Autumn would be the 2nd in command on the floor, after Bob. Now let's look at that statement. This is a woman who just got in my face about my girlfriend going around talking about my business ... while going around to Autumn and telling my business. I hadn't gotten a chance to stop at Autumn's desk yet, and fuck it, apparently I don't even need to because I have Sue to do it for me. Jesus Christ.

Now if Sue wants to come at me and be all, "You're an asshole for leaving," that's fine. But don't come at me and talk shit about my girlfriend. Not only does that assault my sense of professionalism as a former team leader myself, but that's a line she doesn't want to cross with me ever.

So, to quote a hero of mine: Of course you know, this means war.

If I hadn't been completely flabbergasted and speechless at the gall it takes for her to say something like that to me I would have ripped into her like she's never seen before. As it was, I was wired for sound. I went into the backroom and Jen and June were in there. I could see in Jen's eyes that she was livid already, and I assumed she'd gotten the flipside of what I'd just gotten. I almost exploded while talking to June, due to the unpleasant undertones of how Sue attacked me.

"She isn't my mother, right? I mean, I have a mother already and she isn't it. I have a perfectly good mother at home. SHE IS NOT MY FUCKING MOTHER."

My mom did a pretty good job with me, I think. I'm not in the need for another mother to come around and choose my fucking girlfriends for me. And Sue does NOT want my mom to show up there and straighten her out. I'll tell you that right now.

I finally got a chance to hand my little piece of paper to Autumn at the end of the day on my way out. Sue was within eye-range as I did so. There should be a nice shitstorm tomorrow. She has no idea.

Near the end of the day I worked with Stacy again. She'd been in her own department for most of the day and missed all the excitement. She's been kind of an ally of Jen and mine lately, because we're the cool kids pretty much. We got to talking about why I was so wound up and angry.

Me: "Sue came by and started talking shit to me about Jen."

Stacy: "SHE DID NOT!"

Me: "She totally did."

But she couldn't get it out of Jen what Sue had said to her that got her in a tizzy.

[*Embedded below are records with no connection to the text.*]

def replayed_moments(x, idx, block):
    resamples = Resamples.from_indices(idx, kind="stationary", block_length=block)
    return resampled_moments(x, resamples)


# ---------------------------------------------------------------------------------- arch (external)


def test_stationary_bootstrap_replays_the_indices_of_arch_spa():
    # arch's SPA resamples the loss differentials with StationaryBootstrap(block, data, seed);
    # replaying indices is only valid if a fresh StationaryBootstrap(block, arange(T), seed)
    # draws the same ones. arch keeps each resample's recentred means in _simulated_vals.
    x = synthetic_sweep(1)
    t, block, seed, count = x.shape[0], 6, 11, 200
    spa = SPA(np.zeros(t), -x, block_size=block, reps=count, seed=seed)
    spa.compute()
    idx = arch_indices(t, block, seed, count)
    ours = x[idx].mean(axis=1) - x.mean(axis=0)
    np.testing.assert_allclose(spa._simulated_vals[:, :, 2].T, ours, rtol=0, atol=1e-14)


@pytest.mark.parametrize("seed", [2, 3, 4])
def test_reality_check_equals_arch_upper_pvalue(seed):
    x = synthetic_sweep(seed)
    t, block, count = x.shape[0], 5, 499
    spa = SPA(np.zeros(t), -x, block_size=block, reps=count, seed=seed)
    spa.compute()
    m = replayed_moments(x, arch_indices(t, block, seed, count), block)
    rc = reality_check(x, moments=m, counting="strict-share")
    assert rc.pvalue == spa.pvalues["upper"]
    assert rc.statistic == pytest.approx(math.sqrt(t) * x.mean(axis=0).max(), rel=1e-12)
    assert 0 < rc.pvalue < 1  # a comparison at the boundary would prove little


@pytest.mark.parametrize("seed", [5, 6, 7, 8])
def test_unstudentized_spa_equals_arch_lower_consistent_upper(seed):
    # With nested=True arch estimates the variances from the same indices as ours (it clones the
    # bootstrap with the same seed), so the consistent thresholds agree.
    x = synthetic_sweep(seed)
    t, block, count = x.shape[0], 5, 499
    spa = SPA(np.zeros(t), -x, block_size=block, reps=count, seed=seed, nested=True)
    spa.compute()
    m = replayed_moments(x, arch_indices(t, block, seed, count), block)
    ours = superior_predictive_ability(x, moments=m, scale="none", counting="strict-share")
    assert x.mean(axis=0).max() > 0  # where arch's unfloored statistic equals ours
    assert ours.pvalue_lower == spa.pvalues["lower"]
    assert ours.pvalue == spa.pvalues["consistent"]
    assert ours.pvalue_upper == spa.pvalues["upper"]
    np.testing.assert_allclose(ours.omega**2, spa._loss_diff_var, rtol=1e-10)
    # the data make the recentrings differ: columns 4 and 5 fall below the threshold
    assert not ours.relevant.all()
    assert ours.pvalue_lower < ours.pvalue_upper


def stepm_data(seed):
    return synthetic_sweep(seed, t=250, means=(0.45, 0.3, 0.2, 0.15, 0.0, 0.0, -0.1, -0.5), rho=0.2)


@pytest.mark.parametrize("seed", [21, 22, 23, 24])
def test_stepm_equals_arch_stepm_with_consistent_recentring(seed):
    x = stepm_data(seed)
    t, block, count = x.shape[0], 4, 499
    arch_stepm = StepM(
        np.zeros(t), -x, size=0.05, block_size=block, reps=count, seed=seed, nested=True
    )
    arch_stepm.compute()
    m = replayed_moments(x, arch_indices(t, block, seed, count), block)
    ours = stepwise_superior(
        x,
        moments=m,
        level=0.05,
        scale="none",
        recentring="consistent",
        counting="strict-share",
    )
    assert list(ours.significant) == sorted(int(k) for k in arch_stepm.superior_models)
    assert len(ours.significant) >= 2 and ours.steps >= 2


def test_stepm_upper_equals_arch_when_every_configuration_is_relevant():
    # all means clearly positive or zero: the consistent rule keeps every column, so arch's
    # consistent recentring is Romano and Wolf's full recentring.
    x = synthetic_sweep(31, t=250, means=(0.4, 0.25, 0.15, 0.05, 0.02, 0.0), rho=0.2)
    t, block, count = x.shape[0], 4, 499
    arch_stepm = StepM(np.zeros(t), -x, size=0.1, block_size=block, reps=count, seed=31, nested=True)
    arch_stepm.compute()
    m = replayed_moments(x, arch_indices(t, block, 31, count), block)
    spa = superior_predictive_ability(x, moments=m, scale="none")
    assert spa.relevant.all()
    ours = stepwise_superior(
        x, moments=m, level=0.1, scale="none", recentring="upper", counting="strict-share"
    )
    assert list(ours.significant) == sorted(int(k) for k in arch_stepm.superior_models)
    assert ours.significant


# ------------------------------------------------------------------ literal loops (Hansen; RW)


def literal_spa(x, idx, counting):
    """Hansen (2005), eqs. 6 and 9, one resample and one configuration at a time."""
    n, configs = x.shape
    resamples = len(idx)
    dbar = [float(np.mean(x[:, k])) for k in range(configs)]
    boot = [[float(np.mean(x[idx[b], k])) for k in range(configs)] for b in range(resamples)]
    omega = []
    for k in range(configs):
        column = [math.sqrt(n) * boot[b][k] for b in range(resamples)]
        centre = sum(column) / resamples
        omega.append(math.sqrt(sum((v - centre) ** 2 for v in column) / resamples))
    statistic = max(max(math.sqrt(n) * dbar[k] / omega[k] for k in range(configs)), 0.0)
    threshold_factor = 2 * math.log(math.log(n))
    rules = {
        "lower": lambda v, k: max(v, 0.0),
        "consistent": lambda v, k: v if v >= -math.sqrt(omega[k] ** 2 / n * threshold_factor) else 0.0,
        "upper": lambda v, k: v,
    }
    pvalues = {}
    for name, g in rules.items():
        hits = 0
        for b in range(resamples):
            t_star = 0.0
            for k in range(configs):
                t_star = max(t_star, math.sqrt(n) * (boot[b][k] - g(dbar[k], k)) / omega[k])
            hits += (t_star >= statistic) if counting == "include-observed" else (t_star > statistic)
        pvalues[name] = (hits + 1) / (resamples + 1) if counting == "include-observed" else hits / resamples
    return statistic, pvalues, omega


@pytest.mark.parametrize("counting", ["include-observed", "strict-share"])
@pytest.mark.parametrize("seed", [41, 42])
def test_studentized_spa_equals_literal_hansen_loop(seed, counting):
    x = synthetic_sweep(seed, t=120, means=(0.12, 0.04, 0.0, -0.05, -0.4))
    idx = draw_resamples(x.shape[0], count=199, block_length=4, seed=seed).indices()
    statistic, pvalues, omega = literal_spa(x, idx, counting)
    ours = superior_predictive_ability(x, moments=replayed_moments(x, idx, 4), counting=counting, scale="bootstrap")
    assert ours.statistic == pytest.approx(statistic, rel=1e-10)
    np.testing.assert_allclose(ours.omega, omega, rtol=1e-10)
    assert ours.pvalue_lower == pvalues["lower"]
    assert ours.pvalue == pvalues["consistent"]
    assert ours.pvalue_upper == pvalues["upper"]


def literal_stepm(x, idx, level):
    """Romano and Wolf (2005), Algorithm 3.1, studentized by fixed omega, counted p-values."""
    n, configs = x.shape
    resamples = len(idx)
    dbar = [float(np.mean(x[:, k])) for k in range(configs)]
    boot = [[float(np.mean(x[idx[b], k])) for k in range(configs)] for b in range(resamples)]
    omega = []
    for k in range(configs):
        column = [math.sqrt(n) * boot[b][k] for b in range(resamples)]
        centre = sum(column) / resamples
        omega.append(math.sqrt(sum((v - centre) ** 2 for v in column) / resamples))
    stat = [math.sqrt(n) * dbar[k] / omega[k] for k in range(configs)]
    rejected: set[int] = set()
    while True:
        remaining = [k for k in range(configs) if k not in rejected]
        if not remaining:
            break
        maxima = [
            max(math.sqrt(n) * (boot[b][k] - dbar[k]) / omega[k] for k in remaining)
            for b in range(resamples)
        ]
        new = set()
        for k in remaining:
            count = sum(1 for v in maxima if v >= stat[k])
            if (count + 1) / (resamples + 1) <= level:
                new.add(k)
        if not new:
            break
        rejected |= new
    return sorted(rejected)


@pytest.mark.parametrize("seed", [51, 52, 53])
def test_studentized_stepm_equals_literal_romano_wolf_loop(seed):
    x = synthetic_sweep(seed, t=150, means=(0.35, 0.25, 0.18, 0.1, 0.0, -0.1))
    idx = draw_resamples(x.shape[0], count=199, block_length=3, seed=seed).indices()
    ours = stepwise_superior(x, moments=replayed_moments(x, idx, 3), level=0.05, scale="bootstrap")
    assert list(ours.significant) == literal_stepm(x, idx, 0.05)
    assert ours.significant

I hooked up with Jen after work. We ended up at a picnic table talking about this, that, and the other ... and especially about work.

This is what Sue had said to her. Exact quote: "That's been my problem with you since the beginning. You can't keep your comments to yourself. In the future I suggest you keep your *fucking* comments to yourself!"

Holy jumping shit. That's my super-professional team leader who said that. I asked if the word 'fucking' was really in there. It was. Then I told her what had been said to me and she was *furious*. She wants blood. I'm down for that. We spent a good while trying to come up with something that would really really get under her skin, but we couldn't decide on anything ... even though we had some nuggets of true viciousness. Even so, we're both pretty quick on our feet and good at improvising out of what the other is doing.

That's how it is with the best partners-in-crime.